A Força Marítima de Autodefesa do Japão (JMSDF) voltou a activar meios de vigilância para acompanhar a presença de navios da Armada da Rússia nas águas próximas da estratégica ilha Yonaguni, o ponto mais ocidental do território japonês e uma das posições determinantes para controlar o acesso ao Mar da China Oriental. Em paralelo, também foram identificadas unidades navais da Armada do Exército de Libertação Popular da China (PLAN) nas imediações de outros arquipélagos, sublinhando a elevada actividade militar em torno das ilhas japonesas.

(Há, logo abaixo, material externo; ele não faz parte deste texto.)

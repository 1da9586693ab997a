import { describe, expect, it } from 'vitest';
import { formOf } from '../../harness/python.ts';

const table = (rows: readonly (readonly [string, string])[]): void => {
  it.each(rows.map(([text, form]) => [text, form] as const))('%s', (text, form) => expect(formOf(text)).toBe(form));
};

describe('assignments', () => {
  table([
    ['a = b = c = 2', '(= a b c 2)'],
    ['a, *b = f()', '(= (tuple a (? b)) (f))'],
    ['(a, b), c = d', '(= (tuple (tuple a b) c) d)'],
    ['[p, q] = r', '(= (tuple p q) r)'],
    ['a[0], b.c = 1, 2', '(= (tuple (at a 0) (. b c)) (tuple 1 2))'],
    ['x += 1; y //= 2; z @= 3; v **= 2', '(+= x 1) / (//= y 2) / (@= z 3) / (**= v 2)'],
    ['w >>= 1', '(bits= w 1)'],
    ['n: float = 3.0', '(= n 3 : float)'],
    ['m: "Optional[float]"', '(declare m : "Optional[float]")'],
    ['self.a.b = 1', '(= (. (. self a) b) 1)'],
    ['df["p"] = q', '(= (at df "p") q)'],
    ['x = yield y', '(= x (? y))'],
    ['t = 1,', '(= t (tuple 1))'],
    ['x = (a\n     + b)', '(= x (+ a b))'],
    ['x = a + \\\n    b', '(= x (+ a b))'],
  ]);
});

describe('control flow', () => {
  table([
    ['if a:\n  x = 1\nelif b:\n  x = 2\nelif c: x = 3\nelse:\n  x = 4', 'if a /   (= x 1) / elif b /   (= x 2) / elif c /   (= x 3) / else /   (= x 4)'],
    ['for i, j in e(a):\n  continue\nelse:\n  b = 1', 'for (tuple i j) in (e a) /   (continue) / else /   (= b 1)'],
    ['for i in 1, 2: break', 'for i in (tuple 1 2) /   (break)'],
    ['while x < 3:\n  x += 1\nelse: pass', 'while (cmp x < 3) /   (+= x 1)'],
    ['try:\n  a = 1\nexcept (A, B) as e:\n  b = 2\nexcept C:\n  raise D from e\nelse:\n  d = 1\nfinally:\n  e = 2', 'try /   (= a 1) / except /   (= b 2) / except /   (raise D e) / else /   (= d 1) / finally /   (= e 2)'],
    ['with open(f) as g, h() as (q, r), k:\n  a = 1', 'with (open f) as g, (h) as (tuple q r), k /   (= a 1)'],
    ['with (open(f) as g, h):\n  a = 1', 'with (open f) as g, h /   (= a 1)'],
    ['match p:\n  case 1 | 2: a = 1\n  case P(x=0, y=yy) if yy > 2: b = yy\n  case [c, *rest]: pass\n  case {"k": v, **kw}: pass\n  case A.B as t: pass\n  case _: d = 1', 'match p / case /   (= a 1) / case yy if (cmp yy > 2) /   (= b yy) / case c rest / case v kw / case t / case /   (= d 1)'],
    ['match a, b:\n  case x, y: z = 1', 'match (tuple a b) / case x y /   (= z 1)'],
    ['async def f():\n  async with a as b:\n    return await c\n  async for q in w: pass', 'def f() /   with a as b /     (return (? c)) /   for q in w'],
    ['if __name__ == "__main__":\n  main()', 'if (cmp __name__ == "__main__") /   (main)'],
  ]);
});

describe('other statements', () => {
  table([
    ['import numpy as np, math, os.path', '(import numpy as np) / (import math) / (import os.path)'],
    ['from ..a.b import c as d, e', '(import ..a.b c:d e)'],
    ['from . import z', '(import . z)'],
    ['from ... import z', '(import ... z)'],
    ['from m import *', '(import m *)'],
    ['from m import (a,\n  b)', '(import m a b)'],
    ['from __future__ import division', '(import __future__ division)'],
    ['global g, h', '(outer g h)'],
    ['nonlocal n', '(outer n)'],
    ['assert x > 0, "msg"', '(do (cmp x > 0) "msg")'],
    ['del a, b[0]', '(do (tuple a (at b 0)))'],
    ['raise ValueError("x")', '(raise (ValueError "x"))'],
    ['print "x", y', '(do "x" y)'],
    ['pass', ''],
    ['type X = int', ''],
    ['x = 1\0', '(= x 1) / ! cannot be parsed'],
  ]);
});

describe('functions and classes', () => {
  table([
    ['def f(a, b: float = 1, *, c=2, d, **k) -> float:\n  return a', 'def f(a, b : float=1, !c=2, !d, **k) : float /   (return a)'],
    ['def f(a, /, b, *r, c): pass', 'def f(a, b, *r, !c)'],
    ['def f(*a: int, **k: str): pass', 'def f(*a : int, **k : str)'],
    ['def f():\n  yield\n  yield x, y\n  yield from w', 'def f() /   (yield) /   (yield (tuple x y)) /   (yield w)'],
    ['def f():\n  return 1, 2', 'def f() /   (return (tuple 1 2))'],
    ['@a(1)\n@b.c\ndef f(): return', 'def f() @(a 1) @(. b c) /   (return)'],
    ['@dataclass\nclass P(Base, metaclass=M):\n  """doc"""\n  a: float\n  b: float = 1\n  def m(self): return self.a', 'class P(Base) @dataclass /   doc "doc" /   "doc" /   (declare a : float) /   (= b 1 : float) /   def m(self) /     (return (. self a))'],
    ['class Q: x = 1', 'class Q() /   (= x 1)'],
    ['def outer():\n  def inner(q): return q\n  return inner', 'def outer() /   def inner(q) /     (return q) /   (return inner)'],
  ]);
});

describe('syntax errors', () => {
  table([
    ['x = 1 +\ny = 2', '(= x (?)) / ! cannot be parsed'],
    ['x += 1 $ 2', '(+= x (?)) / ! cannot be parsed'],
    ['x = f(a $ b)', '(= x (?)) / ! cannot be parsed'],
    ['return a b', '(return (?)) / ! cannot be parsed'],
    ['x = 1; ; y = 2', '(= x 1) / (= y 2) / ! cannot be parsed'],
    ['if a b:\n  y = 2', 'if a /   (= y 2) / ! cannot be parsed'],
  ]);
  it.each([
    ['x = 1\ndef f(:\n  y = 1\nz = 2', ['(= x 1)', '(= z 2)']],
    ['class A:\n  x = \n  def f(self):\n    return 1\nz = 2', ['(return 1)', '(= z 2)']],
    ['x = (1\ny = 2\ndef g():\n  return 1', ['def g()', '(return 1)']],
    ['x = 1 $ 2\nz = 3', ['(= z 3)']],
    ['def f():\n  x = foo(\n  y = 2\n\ndef g():\n  return 1', ['(return 1)']],
  ])('%j leaves what is whole', (text, pieces) => {
    const form = formOf(text);
    expect(form).toContain('! ');
    for (const piece of pieces) expect(form).toContain(piece);
  });
});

Navios russos detectados perto da ilha Yonaguni
De acordo com o que foi divulgado pelo Estado-Maior Conjunto do Japão, a 21 de abril foi identificado um agrupamento da Armada da Rússia composto pela fragata RFS Gromkiy (335), da classe Steregushchiy, Projeto 20380, pelo submarino дизel-eléctrico (diesel-eléctrico) da classe Kilo modificada Petropavlovsk-Kamchatsky (B-274), Projeto 636.3, e por um navio logístico da classe Boris Chilikin. O grupo navegava a cerca de 50 quilómetros a sul de Yonaguni, na prefeitura de Okinawa. Depois, estas unidades seguiram para nordeste, atravessando o estreito entre Yonaguni e Iriomote, com rumo ao Mar da China Oriental.
No dia seguinte, hoje 22 de abril, o Japão confirmou a presença de um segundo grupo russo, constituído pelas fragatas RFS Sovershennyy (333) e RFS Rezkiy (343) e por um navio logístico da classe Dubna, que percorreu uma rota semelhante através do mesmo corredor marítimo. Em ambos os episódios, a JMSDF executou tarefas de vigilância, monitorização e recolha de informações, recorrendo ao navio JS Mashuu (AOE-425), da 1.ª Flotilha de Escolta, encarregado de acompanhar os movimentos das unidades russas.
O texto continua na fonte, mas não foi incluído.